GOAL OF THE EXERCISE: Your reply should contain every record, restated word for word.
BEGIN RECORD EXTRACTS
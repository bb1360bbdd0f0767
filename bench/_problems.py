"""Reference problems shared by the benchmarks.

The outer solar system of Hairer, Lubich & Wanner, Geometric Numerical Integration (2nd ed.,
2006), Sec. I.2.4 (Sun with the four inner planets' masses added, Jupiter, Saturn, Uranus,
Neptune, Pluto; AU, days, solar masses; values typed from memory, the same data as
tests/reference/test_outer_solar_system.py).
"""
from __future__ import annotations

import libration as lb
from libration.units import UnitSystem

HLW_G = 2.95912208286e-4
HLW_MASS = [1.00000597682, 0.000954786104043, 0.000285583733151, 0.0000437273164546,
            0.0000517759138449, 1.0 / 1.3e8]
HLW_POSITION = [[0, 0, 0], [-3.5023653, -3.8169847, -1.5507963], [9.0755314, -3.0458353, -1.6483708],
                [8.3101420, -16.2901086, -7.2521278], [11.4707666, -25.7294829, -10.8169456],
                [-15.5387357, -25.2225594, -3.1902382]]
HLW_VELOCITY = [[0, 0, 0], [0.00565429, -0.00412490, -0.00190589], [0.00168318, 0.00483525, 0.00192462],
                [0.00354178, 0.00137102, 0.00055029], [0.00288930, 0.00114527, 0.00039677],
                [0.00276725, -0.00170702, -0.00136504]]
UNITS = UnitSystem("hlw-au-msun-day", HLW_G, "au", "solar mass", "day", None, None)


def outer_solar_system() -> lb.System:
    """The Hairer–Lubich–Wanner outer solar system, in its barycentric frame."""
    return lb.System(HLW_MASS, HLW_POSITION, HLW_VELOCITY, units=UNITS).barycentric()
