"""Describe the machine a benchmark ran on (shared by every script in bench/).

``describe_machine()`` returns a JSON-ready dict: CPU model and flags that matter for
the kernels, cores, load, compiler, Python/numpy/libration versions, the build's
choices (OpenMP, loop variant, native tuning) and the time of the run.
"""
from __future__ import annotations

import datetime
import os
import platform
import re
import shutil
import subprocess
import sys
import sysconfig
import time

import numpy as np

#: CPU flags that change what the compiled kernels can use.
INTERESTING_FLAGS = ("sse2", "avx", "avx2", "fma", "avx512f", "avx512dq", "avx512vl", "neon", "asimd")


def _cpuinfo() -> dict[str, str]:
    """First processor's fields from /proc/cpuinfo (Linux), else {}."""
    fields: dict[str, str] = {}
    try:
        with open("/proc/cpuinfo", encoding="utf-8") as f:
            for line in f:
                if not line.strip():
                    if fields:
                        break
                    continue
                key, _, value = line.partition(":")
                fields.setdefault(key.strip(), value.strip())
    except OSError:
        pass
    return fields


def _compiler() -> str:
    """First line of the C compiler's version banner (the one setuptools would use)."""
    cc = os.environ.get("CC") or (sysconfig.get_config_var("CC") or "cc").split()[0]
    if shutil.which(cc) is None:
        return f"{cc} (not found)"
    try:
        out = subprocess.run([cc, "--version"], capture_output=True, text=True, timeout=10, check=False)
    except (OSError, subprocess.SubprocessError):
        return cc
    return (out.stdout or out.stderr).splitlines()[0].strip() if (out.stdout or out.stderr) else cc


def _build_flags() -> list[str] | None:
    """The compile flags in the repository's setup.py (None when not run from a checkout)."""
    setup = os.path.join(os.path.dirname(os.path.dirname(os.path.abspath(__file__))), "setup.py")
    try:
        with open(setup, encoding="utf-8") as f:
            text = f.read()
    except OSError:
        return None
    match = re.search(r"^COMPILE = \[(.*?)\]", text, re.MULTILINE)
    return re.findall(r'"([^"]+)"', match.group(1)) if match else None


def cpu_idle_fraction(seconds: float = 1.0) -> float | None:
    """Share of all CPUs' time spent idle over the next ``seconds`` (Linux), else None.

    Unlike the load average (a slow moving mean), this says whether other work is
    running right now, which is what decides whether a thread speed-up is meaningful.
    """
    def sample() -> tuple[int, int]:
        with open("/proc/stat", encoding="ascii") as f:
            values = [int(v) for v in f.readline().split()[1:]]
        return values[3] + values[4], sum(values)  # idle + iowait, total
    try:
        idle0, total0 = sample()
        time.sleep(seconds)
        idle1, total1 = sample()
    except (OSError, ValueError, IndexError):
        return None
    return round((idle1 - idle0) / max(1, total1 - total0), 3)


def describe_machine() -> dict:
    """Everything needed to compare benchmark results between machines and builds."""
    info = _cpuinfo()
    flags = set((info.get("flags") or info.get("Features") or "").split())
    try:
        usable = len(os.sched_getaffinity(0))
    except AttributeError:
        usable = os.cpu_count() or 1
    try:
        load = [round(x, 2) for x in os.getloadavg()]
    except OSError:
        load = None
    description = {
        "date_utc": datetime.datetime.now(datetime.timezone.utc).isoformat(timespec="seconds"),
        "cpu_model": info.get("model name") or platform.processor() or platform.machine(),
        "cpu_flags": sorted(flags.intersection(INTERESTING_FLAGS)),
        "logical_cpus": os.cpu_count(),
        "usable_cpus": usable,
        "load_average_1_5_15min": load,
        "cpu_idle_fraction_before": cpu_idle_fraction(),
        "platform": platform.platform(),
        "machine": platform.machine(),
        "python": sys.version.split()[0],
        "numpy": np.__version__,
        "compiler": _compiler(),
        "build_flags": _build_flags(),
        "env": {k: os.environ[k] for k in ("OMP_NUM_THREADS", "LIBRATION_NATIVE", "CFLAGS")
                if k in os.environ},
    }
    try:
        import libration
        from libration import _gravity
        description["libration"] = libration.__version__
        description["openmp"] = bool(_gravity.HAVE_OPENMP)
        description["gravity_loop_variant"] = _gravity.best_isa()
        description["gravity_loop_variants_available"] = _gravity.available_isas()
        description["gravity_parallel_min_interactions"] = _gravity.PARALLEL_MIN_INTERACTIONS
    except ImportError as exc:  # the package is not built; describe the machine anyway
        description["libration"] = f"not importable: {exc}"
    return description


if __name__ == "__main__":
    import json

    print(json.dumps(describe_machine(), indent=2))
END RECORD EXTRACTS
TASK RESPONSE:
repository bb1360bbdd0f0767
filename bench/_problems.py
"""Reference problems shared by the benchmarks.

The outer solar system of Hairer, Lubich & Wanner, Geometric Numerical Integration (2nd ed.,
2006), Sec. I.2.4 (Sun with the four inner planets' masses added, Jupiter, Saturn, Uranus,
Neptune, Pluto; AU, days, solar masses; values typed from memory, the same data as
tests/reference/test_outer_solar_system.py).
"""
from __future__ import annotations

import libration as lb
from libration.units import UnitSystem

HLW_G = 2.95912208286e-4
HLW_MASS = [1.00000597682, 0.000954786104043, 0.000285583733151, 0.0000437273164546,
            0.0000517759138449, 1.0 / 1.3e8]
HLW_POSITION = [[0, 0, 0], [-3.5023653, -3.8169847, -1.5507963], [9.0755314, -3.0458353, -1.6483708],
                [8.3101420, -16.2901086, -7.2521278], [11.4707666, -25.7294829, -10.8169456],
                [-15.5387357, -25.2225594, -3.1902382]]
HLW_VELOCITY = [[0, 0, 0], [0.00565429, -0.00412490, -0.00190589], [0.00168318, 0.00483525, 0.00192462],
                [0.00354178, 0.00137102, 0.00055029], [0.00288930, 0.00114527, 0.00039677],
                [0.00276725, -0.00170702, -0.00136504]]
UNITS = UnitSystem("hlw-au-msun-day", HLW_G, "au", "solar mass", "day", None, None)


def outer_solar_system() -> lb.System:
    """The Hairer–Lubich–Wanner outer solar system, in its barycentric frame."""
    return lb.System(HLW_MASS, HLW_POSITION, HLW_VELOCITY, units=UNITS).barycentric()
"""Describe the machine a benchmark ran on (shared by every script in bench/).

``describe_machine()`` returns a JSON-ready dict: CPU model and flags that matter for
the kernels, cores, load, compiler, Python/numpy/libration versions, the build's
choices (OpenMP, loop variant, native tuning) and the time of the run.
"""
from __future__ import annotations

import datetime
import os
import platform
import re
import shutil
import subprocess
import sys
import sysconfig
import time

import numpy as np

#: CPU flags that change what the compiled kernels can use.
INTERESTING_FLAGS = ("sse2", "avx", "avx2", "fma", "avx512f", "avx512dq", "avx512vl", "neon", "asimd")


def _cpuinfo() -> dict[str, str]:
    """First processor's fields from /proc/cpuinfo (Linux), else {}."""
    fields: dict[str, str] = {}
    try:
        with open("/proc/cpuinfo", encoding="utf-8") as f:
            for line in f:
                if not line.strip():
                    if fields:
                        break
                    continue
                key, _, value = line.partition(":")
                fields.setdefault(key.strip(), value.strip())
    except OSError:
        pass
    return fields


def _compiler() -> str:
    """First line of the C compiler's version banner (the one setuptools would use)."""
    cc = os.environ.get("CC") or (sysconfig.get_config_var("CC") or "cc").split()[0]
    if shutil.which(cc) is None:
        return f"{cc} (not found)"
    try:
        out = subprocess.run([cc, "--version"], capture_output=True, text=True, timeout=10, check=False)
    except (OSError, subprocess.SubprocessError):
        return cc
    return (out.stdout or out.stderr).splitlines()[0].strip() if (out.stdout or out.stderr) else cc


def _build_flags() -> list[str] | None:
    """The compile flags in the repository's setup.py (None when not run from a checkout)."""
    setup = os.path.join(os.path.dirname(os.path.dirname(os.path.abspath(__file__))), "setup.py")
    try:
        with open(setup, encoding="utf-8") as f:
            text = f.read()
    except OSError:
        return None
    match = re.search(r"^COMPILE = \[(.*?)\]", text, re.MULTILINE)
    return re.findall(r'"([^"]+)"', match.group(1)) if match else None


def cpu_idle_fraction(seconds: float = 1.0) -> float | None:
    """Share of all CPUs' time spent idle over the next ``seconds`` (Linux), else None.

    Unlike the load average (a slow moving mean), this says whether other work is
    running right now, which is what decides whether a thread speed-up is meaningful.
    """
    def sample() -> tuple[int, int]:
        with open("/proc/stat", encoding="ascii") as f:
            values = [int(v) for v in f.readline().split()[1:]]
        return values[3] + values[4], sum(values)  # idle + iowait, total
    try:
        idle0, total0 = sample()
        time.sleep(seconds)
        idle1, total1 = sample()
    except (OSError, ValueError, IndexError):
        return None
    return round((idle1 - idle0) / max(1, total1 - total0), 3)


def describe_machine() -> dict:
    """Everything needed to compare benchmark results between machines and builds."""
    info = _cpuinfo()
    flags = set((info.get("flags") or info.get("Features") or "").split())
    try:
        usable = len(os.sched_getaffinity(0))
    except AttributeError:
        usable = os.cpu_count() or 1
    try:
        load = [round(x, 2) for x in os.getloadavg()]
    except OSError:
        load = None
    description = {
        "date_utc": datetime.datetime.now(datetime.timezone.utc).isoformat(timespec="seconds"),
        "cpu_model": info.get("model name") or platform.processor() or platform.machine(),
        "cpu_flags": sorted(flags.intersection(INTERESTING_FLAGS)),
        "logical_cpus": os.cpu_count(),
        "usable_cpus": usable,
        "load_average_1_5_15min": load,
        "cpu_idle_fraction_before": cpu_idle_fraction(),
        "platform": platform.platform(),
        "machine": platform.machine(),
        "python": sys.version.split()[0],
        "numpy": np.__version__,
        "compiler": _compiler(),
        "build_flags": _build_flags(),
        "env": {k: os.environ[k] for k in ("OMP_NUM_THREADS", "LIBRATION_NATIVE", "CFLAGS")
                if k in os.environ},
    }
    try:
        import libration
        from libration import _gravity
        description["libration"] = libration.__version__
        description["openmp"] = bool(_gravity.HAVE_OPENMP)
        description["gravity_loop_variant"] = _gravity.best_isa()
        description["gravity_loop_variants_available"] = _gravity.available_isas()
        description["gravity_parallel_min_interactions"] = _gravity.PARALLEL_MIN_INTERACTIONS
    except ImportError as exc:  # the package is not built; describe the machine anyway
        description["libration"] = f"not importable: {exc}"
    return description


if __name__ == "__main__":
    import json

    print(json.dumps(describe_machine(), indent=2))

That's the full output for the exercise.